▶ _Try it_: Write out exactly the lines from the start of the entries through the one that contains "const XS = [0.1, 1, 3, 10];", including both.

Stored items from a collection
»»
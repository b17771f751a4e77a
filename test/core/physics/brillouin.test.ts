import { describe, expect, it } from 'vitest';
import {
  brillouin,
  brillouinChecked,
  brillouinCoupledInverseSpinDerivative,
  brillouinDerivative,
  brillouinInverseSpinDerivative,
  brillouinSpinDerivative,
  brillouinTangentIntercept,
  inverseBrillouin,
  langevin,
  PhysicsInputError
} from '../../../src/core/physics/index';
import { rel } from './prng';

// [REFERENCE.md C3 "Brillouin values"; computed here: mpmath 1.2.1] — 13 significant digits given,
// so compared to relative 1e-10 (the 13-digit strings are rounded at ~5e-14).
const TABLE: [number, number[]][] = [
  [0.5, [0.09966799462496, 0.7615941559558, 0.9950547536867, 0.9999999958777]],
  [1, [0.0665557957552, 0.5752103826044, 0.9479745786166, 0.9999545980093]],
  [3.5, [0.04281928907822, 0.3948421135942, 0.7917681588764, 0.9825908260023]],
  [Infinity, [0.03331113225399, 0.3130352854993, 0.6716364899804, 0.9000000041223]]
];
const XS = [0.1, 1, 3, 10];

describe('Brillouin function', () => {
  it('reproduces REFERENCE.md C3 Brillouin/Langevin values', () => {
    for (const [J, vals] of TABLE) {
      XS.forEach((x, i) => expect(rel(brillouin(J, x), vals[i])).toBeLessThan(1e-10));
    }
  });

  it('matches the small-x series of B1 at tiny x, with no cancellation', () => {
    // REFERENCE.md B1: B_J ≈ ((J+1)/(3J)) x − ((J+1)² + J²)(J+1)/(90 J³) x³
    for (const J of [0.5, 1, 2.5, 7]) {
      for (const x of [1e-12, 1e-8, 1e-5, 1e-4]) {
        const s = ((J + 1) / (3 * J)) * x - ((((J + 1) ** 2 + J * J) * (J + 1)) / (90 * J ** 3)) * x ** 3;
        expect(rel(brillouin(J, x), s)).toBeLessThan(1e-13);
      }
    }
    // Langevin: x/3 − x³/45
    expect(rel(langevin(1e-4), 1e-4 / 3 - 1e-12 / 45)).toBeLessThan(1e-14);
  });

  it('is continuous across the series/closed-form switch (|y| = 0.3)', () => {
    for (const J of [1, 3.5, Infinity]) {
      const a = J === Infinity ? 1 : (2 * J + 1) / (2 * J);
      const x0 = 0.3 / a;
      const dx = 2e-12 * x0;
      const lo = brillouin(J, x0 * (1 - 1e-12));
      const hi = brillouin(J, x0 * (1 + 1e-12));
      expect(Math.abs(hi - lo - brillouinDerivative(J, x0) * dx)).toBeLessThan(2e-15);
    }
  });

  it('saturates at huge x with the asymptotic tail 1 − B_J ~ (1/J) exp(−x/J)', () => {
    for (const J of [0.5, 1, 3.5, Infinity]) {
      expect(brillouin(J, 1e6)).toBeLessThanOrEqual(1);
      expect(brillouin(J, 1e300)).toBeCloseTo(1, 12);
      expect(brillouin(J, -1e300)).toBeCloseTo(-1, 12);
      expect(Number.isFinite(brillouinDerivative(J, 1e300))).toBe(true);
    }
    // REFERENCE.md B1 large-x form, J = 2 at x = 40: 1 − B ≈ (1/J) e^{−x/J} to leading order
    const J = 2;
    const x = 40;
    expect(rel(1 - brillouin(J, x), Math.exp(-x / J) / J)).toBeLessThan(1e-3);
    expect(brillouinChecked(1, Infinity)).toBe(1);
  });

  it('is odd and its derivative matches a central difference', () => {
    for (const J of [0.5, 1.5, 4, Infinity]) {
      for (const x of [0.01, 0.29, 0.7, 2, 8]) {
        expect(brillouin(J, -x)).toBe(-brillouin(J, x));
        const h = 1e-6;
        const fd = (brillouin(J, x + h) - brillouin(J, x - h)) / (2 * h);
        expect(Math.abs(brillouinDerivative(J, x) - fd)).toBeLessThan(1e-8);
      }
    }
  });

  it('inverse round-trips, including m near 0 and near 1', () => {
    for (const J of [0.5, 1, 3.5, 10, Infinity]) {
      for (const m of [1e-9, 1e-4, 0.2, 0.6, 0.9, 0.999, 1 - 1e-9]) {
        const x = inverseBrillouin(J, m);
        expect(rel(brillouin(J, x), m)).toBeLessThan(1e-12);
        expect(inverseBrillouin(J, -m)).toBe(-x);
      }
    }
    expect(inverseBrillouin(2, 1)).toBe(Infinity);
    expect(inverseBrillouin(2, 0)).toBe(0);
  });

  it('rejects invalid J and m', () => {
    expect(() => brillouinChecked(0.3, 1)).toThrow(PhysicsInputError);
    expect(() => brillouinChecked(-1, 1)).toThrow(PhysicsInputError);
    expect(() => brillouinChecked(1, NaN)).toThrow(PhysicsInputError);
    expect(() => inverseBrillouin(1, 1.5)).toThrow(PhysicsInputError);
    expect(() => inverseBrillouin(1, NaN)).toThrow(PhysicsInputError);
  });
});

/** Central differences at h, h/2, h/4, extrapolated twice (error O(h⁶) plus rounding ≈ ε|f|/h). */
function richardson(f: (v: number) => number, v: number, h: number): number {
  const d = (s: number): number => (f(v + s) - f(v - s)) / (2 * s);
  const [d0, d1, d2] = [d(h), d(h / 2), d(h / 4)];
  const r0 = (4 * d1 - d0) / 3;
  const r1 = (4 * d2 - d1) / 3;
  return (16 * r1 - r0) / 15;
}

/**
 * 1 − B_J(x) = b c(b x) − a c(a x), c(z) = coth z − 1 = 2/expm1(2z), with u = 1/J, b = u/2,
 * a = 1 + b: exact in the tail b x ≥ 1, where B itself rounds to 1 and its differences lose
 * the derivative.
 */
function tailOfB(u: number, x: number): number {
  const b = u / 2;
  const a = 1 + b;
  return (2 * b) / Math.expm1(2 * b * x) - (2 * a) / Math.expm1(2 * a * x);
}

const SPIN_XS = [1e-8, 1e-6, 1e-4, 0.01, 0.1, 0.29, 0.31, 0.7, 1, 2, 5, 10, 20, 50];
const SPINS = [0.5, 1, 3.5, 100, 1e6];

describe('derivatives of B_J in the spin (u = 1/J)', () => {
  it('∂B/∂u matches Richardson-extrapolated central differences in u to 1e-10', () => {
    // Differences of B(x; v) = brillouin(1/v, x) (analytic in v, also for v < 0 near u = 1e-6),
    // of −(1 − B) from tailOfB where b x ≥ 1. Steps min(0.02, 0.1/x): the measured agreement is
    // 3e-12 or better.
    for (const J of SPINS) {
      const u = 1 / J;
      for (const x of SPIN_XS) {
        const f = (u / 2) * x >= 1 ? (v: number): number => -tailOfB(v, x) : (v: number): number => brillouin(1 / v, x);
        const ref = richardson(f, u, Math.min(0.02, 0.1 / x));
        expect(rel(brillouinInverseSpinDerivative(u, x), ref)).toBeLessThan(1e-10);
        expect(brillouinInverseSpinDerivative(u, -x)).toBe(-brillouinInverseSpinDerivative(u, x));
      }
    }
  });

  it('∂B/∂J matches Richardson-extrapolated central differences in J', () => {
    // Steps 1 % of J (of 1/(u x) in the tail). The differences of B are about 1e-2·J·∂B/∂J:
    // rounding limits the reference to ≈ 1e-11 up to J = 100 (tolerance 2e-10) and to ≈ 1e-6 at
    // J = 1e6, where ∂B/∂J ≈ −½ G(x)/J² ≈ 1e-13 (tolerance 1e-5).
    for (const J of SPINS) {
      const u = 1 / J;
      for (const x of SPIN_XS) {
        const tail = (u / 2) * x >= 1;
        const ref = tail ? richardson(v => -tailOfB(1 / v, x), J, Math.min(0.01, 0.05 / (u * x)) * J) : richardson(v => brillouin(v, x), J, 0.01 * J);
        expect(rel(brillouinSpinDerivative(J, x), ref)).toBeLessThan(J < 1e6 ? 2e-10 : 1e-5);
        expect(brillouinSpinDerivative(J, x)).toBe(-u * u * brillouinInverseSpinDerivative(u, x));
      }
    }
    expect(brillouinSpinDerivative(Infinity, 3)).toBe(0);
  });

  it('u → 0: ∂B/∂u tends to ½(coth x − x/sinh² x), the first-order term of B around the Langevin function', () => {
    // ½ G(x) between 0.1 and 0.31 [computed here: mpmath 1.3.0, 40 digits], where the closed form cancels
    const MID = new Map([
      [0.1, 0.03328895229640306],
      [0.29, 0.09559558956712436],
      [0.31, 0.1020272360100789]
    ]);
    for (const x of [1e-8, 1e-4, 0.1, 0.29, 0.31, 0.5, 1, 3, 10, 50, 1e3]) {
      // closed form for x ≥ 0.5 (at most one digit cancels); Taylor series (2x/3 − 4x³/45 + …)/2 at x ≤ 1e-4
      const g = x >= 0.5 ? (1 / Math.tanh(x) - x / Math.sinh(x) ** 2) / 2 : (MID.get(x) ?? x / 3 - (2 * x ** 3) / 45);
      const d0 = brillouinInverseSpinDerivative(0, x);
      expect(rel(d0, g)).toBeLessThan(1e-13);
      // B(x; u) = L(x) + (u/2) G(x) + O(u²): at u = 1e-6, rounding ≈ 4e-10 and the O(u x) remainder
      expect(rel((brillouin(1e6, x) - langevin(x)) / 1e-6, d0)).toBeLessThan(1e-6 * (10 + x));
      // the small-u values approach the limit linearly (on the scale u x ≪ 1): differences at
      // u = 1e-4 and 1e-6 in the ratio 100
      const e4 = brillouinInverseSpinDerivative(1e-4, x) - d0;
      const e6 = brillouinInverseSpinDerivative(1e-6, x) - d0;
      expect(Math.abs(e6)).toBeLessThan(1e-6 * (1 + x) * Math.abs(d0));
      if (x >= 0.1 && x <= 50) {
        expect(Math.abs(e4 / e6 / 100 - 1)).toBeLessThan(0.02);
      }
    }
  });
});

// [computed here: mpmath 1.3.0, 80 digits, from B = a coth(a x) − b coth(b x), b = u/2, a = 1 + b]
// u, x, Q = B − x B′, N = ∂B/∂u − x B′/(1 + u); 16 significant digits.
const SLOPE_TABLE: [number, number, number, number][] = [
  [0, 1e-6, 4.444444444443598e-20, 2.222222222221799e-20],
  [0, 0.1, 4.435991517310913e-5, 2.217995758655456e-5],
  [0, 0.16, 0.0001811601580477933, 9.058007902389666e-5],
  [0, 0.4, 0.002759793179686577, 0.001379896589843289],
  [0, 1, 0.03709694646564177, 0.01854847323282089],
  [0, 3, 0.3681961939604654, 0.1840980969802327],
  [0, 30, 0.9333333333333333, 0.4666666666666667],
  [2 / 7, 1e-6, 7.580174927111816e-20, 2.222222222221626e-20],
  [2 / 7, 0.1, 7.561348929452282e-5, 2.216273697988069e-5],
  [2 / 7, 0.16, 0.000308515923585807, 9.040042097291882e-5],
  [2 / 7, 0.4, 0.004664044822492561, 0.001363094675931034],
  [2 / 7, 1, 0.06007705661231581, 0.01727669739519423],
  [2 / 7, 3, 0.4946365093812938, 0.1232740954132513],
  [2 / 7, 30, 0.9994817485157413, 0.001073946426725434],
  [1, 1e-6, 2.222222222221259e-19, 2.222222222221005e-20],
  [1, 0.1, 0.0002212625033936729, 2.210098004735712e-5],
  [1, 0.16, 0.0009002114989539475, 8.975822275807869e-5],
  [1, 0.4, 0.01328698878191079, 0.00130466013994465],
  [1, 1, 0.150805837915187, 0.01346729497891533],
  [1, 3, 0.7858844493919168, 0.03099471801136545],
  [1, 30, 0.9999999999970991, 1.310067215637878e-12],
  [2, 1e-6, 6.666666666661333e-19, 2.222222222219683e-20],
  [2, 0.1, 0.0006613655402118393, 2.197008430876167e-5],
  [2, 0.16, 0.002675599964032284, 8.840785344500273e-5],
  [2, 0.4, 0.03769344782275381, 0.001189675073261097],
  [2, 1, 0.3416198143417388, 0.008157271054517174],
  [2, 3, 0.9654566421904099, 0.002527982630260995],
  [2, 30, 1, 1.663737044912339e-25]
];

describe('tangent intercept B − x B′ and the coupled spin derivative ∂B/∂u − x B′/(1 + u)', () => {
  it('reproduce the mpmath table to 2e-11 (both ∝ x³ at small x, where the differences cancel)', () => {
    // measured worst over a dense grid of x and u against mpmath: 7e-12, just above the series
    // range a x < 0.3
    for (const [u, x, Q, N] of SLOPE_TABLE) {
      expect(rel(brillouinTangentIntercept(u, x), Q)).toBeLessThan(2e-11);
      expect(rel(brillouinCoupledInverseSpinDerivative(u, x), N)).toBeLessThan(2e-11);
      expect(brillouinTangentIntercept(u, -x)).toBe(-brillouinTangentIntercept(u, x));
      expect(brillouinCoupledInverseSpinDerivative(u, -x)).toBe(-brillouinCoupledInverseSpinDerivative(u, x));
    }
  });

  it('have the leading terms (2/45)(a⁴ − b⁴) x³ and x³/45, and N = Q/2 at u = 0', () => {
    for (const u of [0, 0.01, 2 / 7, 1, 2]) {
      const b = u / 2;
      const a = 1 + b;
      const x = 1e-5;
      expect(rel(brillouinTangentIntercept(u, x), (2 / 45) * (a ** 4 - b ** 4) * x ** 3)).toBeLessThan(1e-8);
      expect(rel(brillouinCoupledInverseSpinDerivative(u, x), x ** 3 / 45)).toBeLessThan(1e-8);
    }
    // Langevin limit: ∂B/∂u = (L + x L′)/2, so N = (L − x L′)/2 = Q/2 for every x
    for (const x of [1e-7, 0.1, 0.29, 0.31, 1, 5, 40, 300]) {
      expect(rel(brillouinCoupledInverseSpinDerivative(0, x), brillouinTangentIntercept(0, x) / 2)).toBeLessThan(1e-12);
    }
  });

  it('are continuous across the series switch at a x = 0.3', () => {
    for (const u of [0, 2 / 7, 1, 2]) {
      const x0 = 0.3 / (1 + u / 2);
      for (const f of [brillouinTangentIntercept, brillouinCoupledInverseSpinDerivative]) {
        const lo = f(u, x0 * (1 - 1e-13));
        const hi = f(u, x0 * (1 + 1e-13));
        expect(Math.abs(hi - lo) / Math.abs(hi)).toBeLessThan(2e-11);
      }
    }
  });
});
««
▶ _Exercise answer_:
repository b17771f751a4e77a
filename test/core/physics/brillouin.test.ts
import { describe, expect, it } from 'vitest';
import {
  brillouin,
  brillouinChecked,
  brillouinCoupledInverseSpinDerivative,
  brillouinDerivative,
  brillouinInverseSpinDerivative,
  brillouinSpinDerivative,
  brillouinTangentIntercept,
  inverseBrillouin,
  langevin,
  PhysicsInputError
} from '../../../src/core/physics/index';
import { rel } from './prng';

// [REFERENCE.md C3 "Brillouin values"; computed here: mpmath 1.2.1] — 13 significant digits given,
// so compared to relative 1e-10 (the 13-digit strings are rounded at ~5e-14).
const TABLE: [number, number[]][] = [
  [0.5, [0.09966799462496, 0.7615941559558, 0.9950547536867, 0.9999999958777]],
  [1, [0.0665557957552, 0.5752103826044, 0.9479745786166, 0.9999545980093]],
  [3.5, [0.04281928907822, 0.3948421135942, 0.7917681588764, 0.9825908260023]],
  [Infinity, [0.03331113225399, 0.3130352854993, 0.6716364899804, 0.9000000041223]]
];
const XS = [0.1, 1, 3, 10];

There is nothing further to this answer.